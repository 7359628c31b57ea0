import { index, jsonb, pgTable, timestamp, uuid } from 'drizzle-orm/pg-core';
import { shops } from './shops';
import { users } from './users';
import { revisions, veTables } from './ve-tables';

/**
 * One run of the pipeline over some logs against a base revision: its settings and everything it
 * found (per-cell results, the proposal, the filter funnel, the delay), kept so a reviewer can
 * see why each cell of an applied revision moved.
 */
export const analyses = pgTable(
  'analyses',
  {
    id: uuid('id').primaryKey().defaultRandom(),
    shopId: uuid('shop_id')
      .notNull()
      .references(() => shops.id, { onDelete: 'cascade' }),
    tableId: uuid('table_id')
      .notNull()
      .references(() => veTables.id, { onDelete: 'cascade' }),
    baseRevisionId: uuid('base_revision_id')
      .notNull()
      .references(() => revisions.id, { onDelete: 'cascade' }),
    logIds: uuid('log_ids').array().notNull(),
    settings: jsonb('settings').$type<object>().notNull(),
    /** Per-cell results, grids as `[row][col]` arrays (null for "no value"). */
    cells: jsonb('cells').$type<object>().notNull(),
    /** The proposal: values, ratio, change %, status per cell. */
    proposal: jsonb('proposal').$type<object>().notNull(),
    /** Per log: samples, kept, the funnel and the delay used. */
    filterReport: jsonb('filter_report').$type<object>().notNull(),
    /** Cells measured leaner than commanded under load. */
    leanFlags: jsonb('lean_flags').$type<unknown[]>().notNull(),
    createdBy: uuid('created_by')
      .notNull()
      .references(() => users.id),
    createdAt: timestamp('created_at', { withTimezone: true }).notNull().defaultNow(),
  },
  (table) => [
    index('analyses_shop_idx').on(table.shopId),
    index('analyses_table_idx').on(table.tableId),
  ],
);

/** An analysis row. */
export type AnalysisRow = typeof analyses.$inferSelect;
/** An analysis to insert. */
export type NewAnalysisRow = typeof analyses.$inferInsert;
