import { draftFromAxes, draftFromText, parseBreakpoints } from './new-table-model';

describe('new table model', () => {
  const exported = [
    'map_kpa\\rpm,1000,2000,3000',
    '40,40,45,50',
    '70,55,62,70',
    '100,70,80,88',
    '',
  ].join('\r\n');

  it('When our export is read, then the draft has its axes and values as stored', () => {
    const draft = draftFromText(exported, 'auto', 'auto');
    expect(draft).toMatchObject({
      ok: true,
      rpmAxis: [1000, 2000, 3000],
      mapAxisKpa: [40, 70, 100],
      values: [
        [40, 45, 50],
        [55, 62, 70],
        [70, 80, 88],
      ],
    });
  });

  it('When a cell holds text, then the refusal names its row and column', () => {
    const broken = exported.replace('62', 'abc');
    const draft = draftFromText(broken, 'auto', 'auto');
    expect(draft.ok).toBe(false);
    expect(draft.ok ? '' : draft.message).toMatch(/^Row 2, column 2 holds "abc"/);
  });

  it('When axes are typed, then a rising start goes from 60 % to 100 % of the estimate', () => {
    const draft = draftFromAxes('1000, 2000', '20 60 100', 80, 'rising');
    expect(draft).toMatchObject({
      ok: true,
      rpmAxis: [1000, 2000],
      mapAxisKpa: [20, 60, 100],
      values: [
        [48, 48],
        [64, 64],
        [80, 80],
      ],
    });
    expect(draftFromAxes('1000, 2000', '20, 100', 75, 'flat')).toMatchObject({
      values: [
        [75, 75],
        [75, 75],
      ],
    });
  });

  it('When breakpoints fall, repeat or are not numbers, then it says which', () => {
    expect(parseBreakpoints('1000, 900', 'RPM')).toBe(
      'RPM: breakpoints must rise (900 after 1000)',
    );
    expect(parseBreakpoints('1000; 1000', 'RPM')).toMatch(/must rise/);
    expect(parseBreakpoints('20, x', 'MAP')).toBe('MAP: "x" is not a number');
    expect(parseBreakpoints('20', 'MAP')).toBe('MAP: give at least 2 breakpoints');
    expect(draftFromAxes('1000, 2000', '20, 2000', 80, 'flat')).toEqual({
      ok: false,
      message: 'MAP breakpoints must lie within 1–1000 kPa',
    });
  });
});
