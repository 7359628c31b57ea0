import { pgTable, text, timestamp, uuid } from 'drizzle-orm/pg-core';

/** A shop: every record of the product belongs to exactly one. */
export const shops = pgTable('shops', {
  id: uuid('id').primaryKey().defaultRandom(),
  name: text('name').notNull(),
  /** A stable handle used by the seed to find its shops again. */
  slug: text('slug').notNull().unique(),
  createdAt: timestamp('created_at', { withTimezone: true }).notNull().defaultNow(),
});

/** A shop row. */
export type Shop = typeof shops.$inferSelect;
/** A shop to insert. */
export type NewShop = typeof shops.$inferInsert;
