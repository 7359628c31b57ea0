import {
  doublePrecision,
  index,
  integer,
  pgTable,
  text,
  timestamp,
  uuid,
} from 'drizzle-orm/pg-core';
import { shops } from './shops';

/** A vehicle a shop calibrates: its engine and gearing facts. */
export const vehicles = pgTable(
  'vehicles',
  {
    id: uuid('id').primaryKey().defaultRandom(),
    shopId: uuid('shop_id')
      .notNull()
      .references(() => shops.id, { onDelete: 'cascade' }),
    label: text('label').notNull(),
    description: text('description').notNull().default(''),
    displacementL: doublePrecision('displacement_l').notNull(),
    cylinders: integer('cylinders').notNull(),
    fuel: text('fuel').notNull(),
    stoichAfr: doublePrecision('stoich_afr').notNull(),
    injectorCcMin: doublePrecision('injector_cc_min').notNull(),
    tireDiameterMm: doublePrecision('tire_diameter_mm').notNull(),
    gearRatios: doublePrecision('gear_ratios').array().notNull(),
    finalDrive: doublePrecision('final_drive').notNull(),
    /** Load line of the fuel-safety guard, % of the barometric pressure seen in the logs. */
    loadLinePercentOfBaro: doublePrecision('load_line_percent_of_baro').notNull().default(90),
    /** How far a guess may lean a cell under load that no log measured, %. */
    leanAllowancePercent: doublePrecision('lean_allowance_percent').notNull().default(1),
    createdAt: timestamp('created_at', { withTimezone: true }).notNull().defaultNow(),
    updatedAt: timestamp('updated_at', { withTimezone: true }).notNull().defaultNow(),
  },
  (table) => [index('vehicles_shop_idx').on(table.shopId)],
);

/** A vehicle row. */
export type VehicleRow = typeof vehicles.$inferSelect;
/** A vehicle to insert. */
export type NewVehicleRow = typeof vehicles.$inferInsert;
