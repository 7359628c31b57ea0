import { index, jsonb, pgTable, text, timestamp, uuid } from 'drizzle-orm/pg-core';
import { shops } from './shops';
import { users } from './users';

/** Something that happened in a shop and who did it, kept for the shop's records. */
export const auditEvents = pgTable(
  'audit_events',
  {
    id: uuid('id').primaryKey().defaultRandom(),
    shopId: uuid('shop_id')
      .notNull()
      .references(() => shops.id, { onDelete: 'cascade' }),
    /** Null when no one was signed in (a failed sign-in, an accepted invitation). */
    actorId: uuid('actor_id').references(() => users.id, { onDelete: 'set null' }),
    action: text('action').notNull(),
    targetType: text('target_type'),
    targetId: text('target_id'),
    details: jsonb('details').$type<Record<string, unknown>>(),
    createdAt: timestamp('created_at', { withTimezone: true }).notNull().defaultNow(),
  },
  (table) => [index('audit_events_shop_created_idx').on(table.shopId, table.createdAt)],
);

/** An audit event row. */
export type AuditEvent = typeof auditEvents.$inferSelect;
/** An audit event to insert. */
export type NewAuditEvent = typeof auditEvents.$inferInsert;
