import { index, json, pgTable, timestamp, varchar } from 'drizzle-orm/pg-core';

/**
 * Sign-in sessions, written by connect-pg-simple. Declared here so migrations create it and
 * drizzle-kit never proposes to drop it; the column names are the store's own.
 */
export const sessions = pgTable(
  'session',
  {
    sid: varchar('sid').primaryKey(),
    sess: json('sess').notNull(),
    expire: timestamp('expire', { precision: 6 }).notNull(),
  },
  (table) => [index('IDX_session_expire').on(table.expire)],
);
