import { sql } from 'drizzle-orm';
import {
  index,
  jsonb,
  pgEnum,
  pgTable,
  text,
  timestamp,
  uniqueIndex,
  uuid,
} from 'drizzle-orm/pg-core';
import { ROLES } from '../../shared/contracts/constants';
import {
  DEFAULT_DISPLAY_PREFERENCES,
  type DisplayPreferenceValues,
} from '../../shared/contracts/preferences';
import { shops } from './shops';

/** The roles a member may hold. */
export const roleEnum = pgEnum('role', ROLES);

/** A person who can sign in. E-mail addresses are stored lower-cased. */
export const users = pgTable(
  'users',
  {
    id: uuid('id').primaryKey().defaultRandom(),
    email: text('email').notNull(),
    name: text('name').notNull(),
    /** `scrypt$N$r$p$salt$hash`, see server/services/passwords.ts. */
    passwordHash: text('password_hash').notNull(),
    /**
     * How this person wants values shown (units, mixture, colour scheme). Personal, not per
     * shop; read through `storedDisplayPreferencesSchema` so an outdated value falls back.
     */
    preferences: jsonb('preferences')
      .$type<DisplayPreferenceValues>()
      .notNull()
      .default({ ...DEFAULT_DISPLAY_PREFERENCES }),
    createdAt: timestamp('created_at', { withTimezone: true }).notNull().defaultNow(),
  },
  (table) => [uniqueIndex('users_email_key').on(sql`lower(${table.email})`)],
);

/** A user row. */
export type User = typeof users.$inferSelect;
/** A user to insert. */
export type NewUser = typeof users.$inferInsert;

/** A user's place in a shop, with the roles held there. */
export const memberships = pgTable(
  'memberships',
  {
    id: uuid('id').primaryKey().defaultRandom(),
    shopId: uuid('shop_id')
      .notNull()
      .references(() => shops.id, { onDelete: 'cascade' }),
    userId: uuid('user_id')
      .notNull()
      .references(() => users.id, { onDelete: 'cascade' }),
    roles: roleEnum('roles').array().notNull(),
    /** Set when an admin disabled the member: no sign-in, sessions refused. */
    disabledAt: timestamp('disabled_at', { withTimezone: true }),
    createdAt: timestamp('created_at', { withTimezone: true }).notNull().defaultNow(),
  },
  (table) => [
    // One shop per user for now: sign-in lands the user in that shop.
    uniqueIndex('memberships_user_key').on(table.userId),
    index('memberships_shop_idx').on(table.shopId),
  ],
);

/** A membership row. */
export type Membership = typeof memberships.$inferSelect;
/** A membership to insert. */
export type NewMembership = typeof memberships.$inferInsert;
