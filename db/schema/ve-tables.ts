import {
  doublePrecision,
  index,
  integer,
  jsonb,
  pgEnum,
  pgTable,
  text,
  timestamp,
  uniqueIndex,
  uuid,
} from 'drizzle-orm/pg-core';
import { shops } from './shops';
import { users } from './users';
import { vehicles } from './vehicles';

/** A VE table of a vehicle: its axes; its values live in revisions. */
export const veTables = pgTable(
  've_tables',
  {
    id: uuid('id').primaryKey().defaultRandom(),
    shopId: uuid('shop_id')
      .notNull()
      .references(() => shops.id, { onDelete: 'cascade' }),
    vehicleId: uuid('vehicle_id')
      .notNull()
      .references(() => vehicles.id, { onDelete: 'cascade' }),
    name: text('name').notNull(),
    rpmAxis: doublePrecision('rpm_axis').array().notNull(),
    mapAxisKpa: doublePrecision('map_axis_kpa').array().notNull(),
    /** The newest revision (no foreign key: revisions point back at the table). */
    headRevisionId: uuid('head_revision_id'),
    createdAt: timestamp('created_at', { withTimezone: true }).notNull().defaultNow(),
  },
  (table) => [
    index('ve_tables_shop_idx').on(table.shopId),
    index('ve_tables_vehicle_idx').on(table.vehicleId),
  ],
);

/** A table row. */
export type VeTableRow = typeof veTables.$inferSelect;
/** A table to insert. */
export type NewVeTableRow = typeof veTables.$inferInsert;

/** Where a revision is in review. */
export const revisionStatusEnum = pgEnum('revision_status', [
  'draft',
  'in_review',
  'approved',
  'sent_back',
]);

/** One immutable set of a table's values, with its parent, author and message. */
export const revisions = pgTable(
  'revisions',
  {
    id: uuid('id').primaryKey().defaultRandom(),
    shopId: uuid('shop_id')
      .notNull()
      .references(() => shops.id, { onDelete: 'cascade' }),
    tableId: uuid('table_id')
      .notNull()
      .references(() => veTables.id, { onDelete: 'cascade' }),
    parentId: uuid('parent_id'),
    number: integer('number').notNull(),
    /** VE in percent, `[row][col]`, rows following the table's MAP axis. */
    values: jsonb('values').$type<number[][]>().notNull(),
    message: text('message').notNull().default(''),
    status: revisionStatusEnum('status').notNull().default('draft'),
    authorId: uuid('author_id')
      .notNull()
      .references(() => users.id),
    /** The analysis this revision was applied from, if any. */
    analysisId: uuid('analysis_id'),
    /**
     * How an applied revision was made (step, smoothing, fill, the fuel-safety guard or its
     * explicit absence, the cells held for data); null for a revision saved from the grid.
     */
    applied: jsonb('applied').$type<Record<string, unknown>>(),
    createdAt: timestamp('created_at', { withTimezone: true }).notNull().defaultNow(),
  },
  (table) => [
    uniqueIndex('revisions_table_number_key').on(table.tableId, table.number),
    index('revisions_shop_idx').on(table.shopId),
  ],
);

/** A revision row. */
export type RevisionRow = typeof revisions.$inferSelect;
/** A revision to insert. */
export type NewRevisionRow = typeof revisions.$inferInsert;
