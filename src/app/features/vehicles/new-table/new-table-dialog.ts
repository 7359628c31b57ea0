import {
  ChangeDetectionStrategy,
  Component,
  DestroyRef,
  computed,
  inject,
  signal,
} from '@angular/core';
import { takeUntilDestroyed } from '@angular/core/rxjs-interop';
import { MatButtonModule } from '@angular/material/button';
import { MatButtonToggleModule } from '@angular/material/button-toggle';
import { MAT_DIALOG_DATA, MatDialogModule, MatDialogRef } from '@angular/material/dialog';
import { MatFormFieldModule } from '@angular/material/form-field';
import { MatInputModule } from '@angular/material/input';
import { MatSelectModule } from '@angular/material/select';
import type { VeTableResource } from '@shared/contracts/tables';
import type { TableOrientation } from '@shared/table-file/table-labels';
import { apiErrorMessage } from '../../../core/api/api-error';
import { TablesApi } from '../../../core/api/tables-api';
import {
  SUGGESTED_MAP_BOOSTED,
  SUGGESTED_MAP_NA,
  SUGGESTED_RPM,
  draftFromAxes,
  draftFromText,
  type DraftTable,
  type FilePressureUnit,
  type StartShape,
} from './new-table-model';

/** What the dialog needs: the vehicle the table is for. */
export interface NewTableDialogData {
  readonly vehicleId: string;
  readonly vehicleLabel: string;
}

/** Where the new table comes from. */
type Source = 'file' | 'axes';

/** How many rows of values the preview shows. */
const PREVIEW_ROWS = 6;

/**
 * A new VE table for a vehicle, from a file or a pasted block with its axes (our export format
 * either way round, comma/semicolon/tab, decimal comma, a title or units row), or from axes the
 * tuner types and a starting estimate. The preview shows what will be stored; nothing is stored
 * until "Create table", and a refused file says the line and column at fault.
 */
@Component({
  selector: 'app-new-table-dialog',
  changeDetection: ChangeDetectionStrategy.OnPush,
  imports: [
    MatButtonModule,
    MatButtonToggleModule,
    MatDialogModule,
    MatFormFieldModule,
    MatInputModule,
    MatSelectModule,
  ],
  templateUrl: './new-table-dialog.html',
  styleUrl: './new-table-dialog.scss',
})
export class NewTableDialog {
  private readonly api = inject(TablesApi);
  private readonly dialogRef = inject<MatDialogRef<NewTableDialog, VeTableResource>>(MatDialogRef);
  private readonly destroyRef = inject(DestroyRef);
  /** The vehicle. */
  protected readonly data = inject<NewTableDialogData>(MAT_DIALOG_DATA);

  /** Where the table comes from. */
  protected readonly source = signal<Source>('file');
  /** The table's name. */
  protected readonly name = signal('Main VE');
  /** The file's or pasted block's text. */
  protected readonly text = signal('');
  /** The file chosen, if one was. */
  protected readonly fileName = signal<string | null>(null);
  /** Which axis runs down the first column. */
  protected readonly orientation = signal<TableOrientation | 'auto'>('auto');
  /** The unit of the file's MAP axis. */
  protected readonly pressureUnit = signal<FilePressureUnit>('auto');
  /** Typed RPM breakpoints. */
  protected readonly rpmText = signal(SUGGESTED_RPM);
  /** Typed MAP breakpoints, kPa absolute. */
  protected readonly mapText = signal(SUGGESTED_MAP_NA);
  /** Starting VE, %. */
  protected readonly startVe = signal(80);
  /** Starting shape. */
  protected readonly shape = signal<StartShape>('rising');
  /** Whether the table is being stored. */
  protected readonly isSaving = signal(false);
  /** Why storing failed, if it did. */
  protected readonly saveError = signal<string | null>(null);

  /** The suggestions for the MAP axis. */
  protected readonly suggestions = { na: SUGGESTED_MAP_NA, boosted: SUGGESTED_MAP_BOOSTED };

  /** The table the inputs make, or why they make none. */
  protected readonly draft = computed<DraftTable | null>(() => {
    if (this.source() === 'axes') {
      return draftFromAxes(this.rpmText(), this.mapText(), this.startVe(), this.shape());
    }
    return this.text().trim() === ''
      ? null
      : draftFromText(this.text(), this.orientation(), this.pressureUnit());
  });

  /** The first rows of the preview, highest MAP first as the grid shows them. */
  protected readonly previewRows = computed(() => {
    const draft = this.draft();
    if (!draft?.ok) return [];
    return draft.mapAxisKpa
      .map((map, r) => ({ map, values: draft.values[r] ?? [] }))
      .slice(0, PREVIEW_ROWS);
  });

  /** Whether "Create table" can be pressed. */
  protected readonly canCreate = computed(
    () => this.draft()?.ok === true && this.name().trim() !== '' && !this.isSaving(),
  );

  /** Reads a chosen file as text (the reader works on text; the file never leaves the page raw). */
  protected async readFile(event: Event): Promise<void> {
    const file = (event.target as HTMLInputElement).files?.[0];
    if (!file) return;
    this.fileName.set(file.name);
    this.text.set(await file.text());
    const draft = this.draft();
    if (draft?.ok && draft.title) this.name.set(draft.title.slice(0, 120));
  }

  /** The value of an input event's field. */
  protected valueOf(event: Event): string {
    return (event.target as HTMLInputElement | HTMLTextAreaElement).value;
  }

  /** Stores the table (its first revision is the values shown) and closes with it. */
  protected create(): void {
    const draft = this.draft();
    if (!draft?.ok || !this.canCreate()) return;
    this.isSaving.set(true);
    this.saveError.set(null);
    this.api
      .create(this.data.vehicleId, {
        name: this.name().trim(),
        rpmAxis: draft.rpmAxis,
        mapAxisKpa: draft.mapAxisKpa,
        values: draft.values,
      })
      .pipe(takeUntilDestroyed(this.destroyRef))
      .subscribe({
        next: (table) => this.dialogRef.close(table),
        error: (error: unknown) => {
          this.isSaving.set(false);
          this.saveError.set(apiErrorMessage(error, 'The table could not be created.'));
        },
      });
  }
}
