export * from './shops';
export * from './users';
export * from './invitations';
export * from './audit-events';
export * from './sessions';
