import { parseTableFile, type TableFileResult } from '@shared/table-file/parse-table-file';
import { isTableFileError } from '@shared/table-file/table-file-error';
import type { TableOrientation } from '@shared/table-file/table-labels';

/** A table ready to create: its axes and values, or why it is not ready. */
export type DraftTable =
  | {
      readonly ok: true;
      readonly rpmAxis: number[];
      readonly mapAxisKpa: number[];
      readonly values: number[][];
      /** What the reader decided and what to look at, in words. */
      readonly notes: string[];
      /** A name the file suggests (its title line), if any. */
      readonly title: string | null;
    }
  | { readonly ok: false; readonly message: string };

/** The pressure units a file's MAP axis may be in. */
export type FilePressureUnit = 'auto' | 'kPa' | 'psi' | 'bar' | 'inHg';

/**
 * Reads a table file or a pasted block with its axes (see `parseTableFile`): the draft to create,
 * or the reader's refusal with the row and column it applies to.
 */
export function draftFromText(
  text: string,
  orientation: TableOrientation | 'auto',
  pressureUnit: FilePressureUnit,
): DraftTable {
  let result: TableFileResult;
  try {
    result = parseTableFile(text, { orientation, pressureUnit });
  } catch (err) {
    // The reader refuses with a TableFileError; anything else is a defect and goes on up.
    if (!isTableFileError(err)) throw err;
    // The reader's message names the row and column (from 0, as the API's file errors do).
    return { ok: false, message: err.message };
  }
  return {
    ok: true,
    rpmAxis: result.rpmAxis,
    mapAxisKpa: result.mapAxisKpa,
    values: result.values,
    notes: [result.orientationReason, `MAP read in ${result.pressureUnit}.`, ...result.warnings],
    title: result.title,
  };
}

/** A list of breakpoints typed as "500, 1000, 1500" (spaces, commas or semicolons between). */
export function parseBreakpoints(text: string, what: string): number[] | string {
  const parts = text
    .split(/[\s,;]+/)
    .map((p) => p.trim())
    .filter((p) => p !== '');
  if (parts.length < 2) return `${what}: give at least 2 breakpoints`;
  if (parts.length > 64) return `${what}: at most 64 breakpoints`;
  const values = parts.map(Number);
  const bad = values.findIndex((v) => !Number.isFinite(v));
  if (bad >= 0) return `${what}: "${parts[bad]}" is not a number`;
  for (let i = 1; i < values.length; i++) {
    if (!((values[i] as number) > (values[i - 1] as number))) {
      return `${what}: breakpoints must rise (${values[i]} after ${values[i - 1]})`;
    }
  }
  return values;
}

/** The shape a table starts from when built from axes. */
export type StartShape = 'flat' | 'rising';

/**
 * A table from typed axes and a starting estimate: `flat` puts `ve` in every cell; `rising`
 * starts at 60 % of `ve` at the lowest MAP and reaches `ve` at the highest, the usual way VE
 * grows with load, so the first logs correct a plausible table rather than a flat one. The
 * tuner's own estimate, not a measurement: the first analysis replaces it cell by cell.
 */
export function draftFromAxes(
  rpmText: string,
  mapText: string,
  ve: number,
  shape: StartShape,
): DraftTable {
  const rpmAxis = parseBreakpoints(rpmText, 'RPM');
  if (typeof rpmAxis === 'string') return { ok: false, message: rpmAxis };
  const mapAxisKpa = parseBreakpoints(mapText, 'MAP');
  if (typeof mapAxisKpa === 'string') return { ok: false, message: mapAxisKpa };
  if (!(ve >= 1 && ve <= 300)) return { ok: false, message: 'The starting VE must be 1–300 %' };
  if ((rpmAxis[0] as number) < 0 || (rpmAxis.at(-1) as number) > 30000) {
    return { ok: false, message: 'RPM breakpoints must lie within 0–30000' };
  }
  if ((mapAxisKpa[0] as number) < 1 || (mapAxisKpa.at(-1) as number) > 1000) {
    return { ok: false, message: 'MAP breakpoints must lie within 1–1000 kPa' };
  }
  const low = mapAxisKpa[0] as number;
  const span = (mapAxisKpa.at(-1) as number) - low;
  const values = mapAxisKpa.map((map) => {
    const share = shape === 'flat' ? 1 : 0.6 + (0.4 * (map - low)) / span;
    return rpmAxis.map(() => Math.round(ve * share * 100) / 100);
  });
  return { ok: true, rpmAxis, mapAxisKpa, values, notes: [], title: null };
}

/** RPM breakpoints to suggest: 500 rpm steps up to 7000 (edit for the engine's redline). */
export const SUGGESTED_RPM =
  '500, 1000, 1500, 2000, 2500, 3000, 3500, 4000, 4500, 5000, 5500, 6000, 6500, 7000';
/** MAP breakpoints to suggest for a naturally aspirated engine, kPa absolute. */
export const SUGGESTED_MAP_NA = '20, 30, 40, 50, 60, 70, 80, 90, 100, 105';
/** MAP breakpoints to suggest for a boosted engine, kPa absolute (to 2 bar of boost). */
export const SUGGESTED_MAP_BOOSTED =
  '20, 30, 40, 50, 60, 70, 80, 90, 100, 120, 140, 160, 180, 200, 250, 300';
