import { httpResource } from '@angular/common/http';
import { ChangeDetectionStrategy, Component, computed, inject, input, signal, viewChild } from '@angular/core';
import { FormGroupDirective, NonNullableFormBuilder, ReactiveFormsModule, Validators } from '@angular/forms';
import { MatButton, MatIconButton } from '@angular/material/button';
import { MatOption } from '@angular/material/core';
import { MatError, MatFormField, MatHint, MatLabel } from '@angular/material/form-field';
import { MatIcon } from '@angular/material/icon';
import { MatInput } from '@angular/material/input';
import { MatSelect } from '@angular/material/select';
import { ApiError, toApiError } from '../../core/api-error';
import { validationMessage } from '../../core/field-messages';
import { ROLES, ROLE_INFO, type Role, roleLabel } from '../../core/roles';
import { showServerErrors } from '../../core/server-errors';
import { InvitationsApi, type TeamInvitation } from '../invitations-api';

/**
 * For a team's owners: invite an e-mail address with a role (whether or not it has an account), and
 * the invitations still open, each of which can be withdrawn.
 */
@Component({
  selector: 'sp-team-invitations',
  imports: [ReactiveFormsModule, MatFormField, MatLabel, MatHint, MatError, MatInput, MatSelect, MatOption, MatButton, MatIconButton, MatIcon],
  templateUrl: './team-invitations.html',
  styleUrl: './team-invitations.scss',
  changeDetection: ChangeDetectionStrategy.OnPush,
})
export class TeamInvitations {
  private readonly api = inject(InvitationsApi);

  readonly teamId = input.required<string>();
  private readonly formDirective = viewChild.required(FormGroupDirective);

  protected readonly list = httpResource<{ items: TeamInvitation[] }>(() => InvitationsApi.teamUrl(this.teamId()));
  protected readonly items = computed(() => (this.list.hasValue() ? this.list.value().items : []));
  protected readonly loadError = computed(() => {
    const error = this.list.error();
    return error ? toApiError(error).message : null;
  });

  protected readonly roles = ROLES;
  protected readonly roleInfo = ROLE_INFO;
  protected readonly roleLabel = roleLabel;
  protected readonly message = validationMessage;

  protected readonly form = inject(NonNullableFormBuilder).group({
    email: ['', [Validators.required, Validators.email, Validators.maxLength(320)]],
    role: ['reviewer' as Role, [Validators.required]],
  });
  protected readonly sending = signal(false);
  protected readonly formError = signal<string | null>(null);
  protected readonly notice = signal<string | null>(null);
  protected readonly busy = signal<string | null>(null);

  protected async invite(): Promise<void> {
    if (this.sending()) return;
    this.form.markAllAsTouched();
    if (this.form.invalid) return;
    this.sending.set(true);
    this.formError.set(null);
    this.notice.set(null);
    const { email, role } = this.form.getRawValue();
    try {
      const invitation = await this.api.invite(this.teamId(), email.trim(), role);
      // resetForm also clears the "submitted" state, so the emptied field shows no error.
      this.formDirective().resetForm({ email: '', role });
      this.notice.set(`Invitation sent to ${invitation.email} (${roleLabel(invitation.role).toLowerCase()}).`);
      this.list.reload();
    } catch (error) {
      const apiError = toApiError(error);
      this.formError.set(
        showServerErrors(
          this.form,
          apiError.status === 409 && apiError.fieldErrors.length === 0
            ? new ApiError(409, apiError.code, apiError.message, [{ field: 'email', message: apiError.message }])
            : apiError,
        ),
      );
    } finally {
      this.sending.set(false);
    }
  }

  protected async withdraw(invitation: TeamInvitation): Promise<void> {
    this.busy.set(invitation.id);
    this.formError.set(null);
    this.notice.set(null);
    try {
      await this.api.withdraw(this.teamId(), invitation.id);
      this.notice.set(`The invitation to ${invitation.email} was withdrawn; its link no longer works.`);
      this.list.reload();
    } catch (error) {
      this.formError.set(`Could not withdraw the invitation: ${toApiError(error).message}`);
    } finally {
      this.busy.set(null);
    }
  }

  protected expiry(invitation: TeamInvitation): string {
    const date = new Date(invitation.expiresAt);
    const when = date.toLocaleString(undefined, { day: 'numeric', month: 'short', hour: '2-digit', minute: '2-digit' });
    return invitation.status === 'expired' ? `expired ${when}` : `link works until ${when}`;
  }
}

Exercise ▸
Lines that include the word "than" are to be extracted from the data above.

Completed task ▸
    /** Cells measured leaner than commanded under load. */
 * grows with load, so the first logs correct a plausible table rather than a flat one. The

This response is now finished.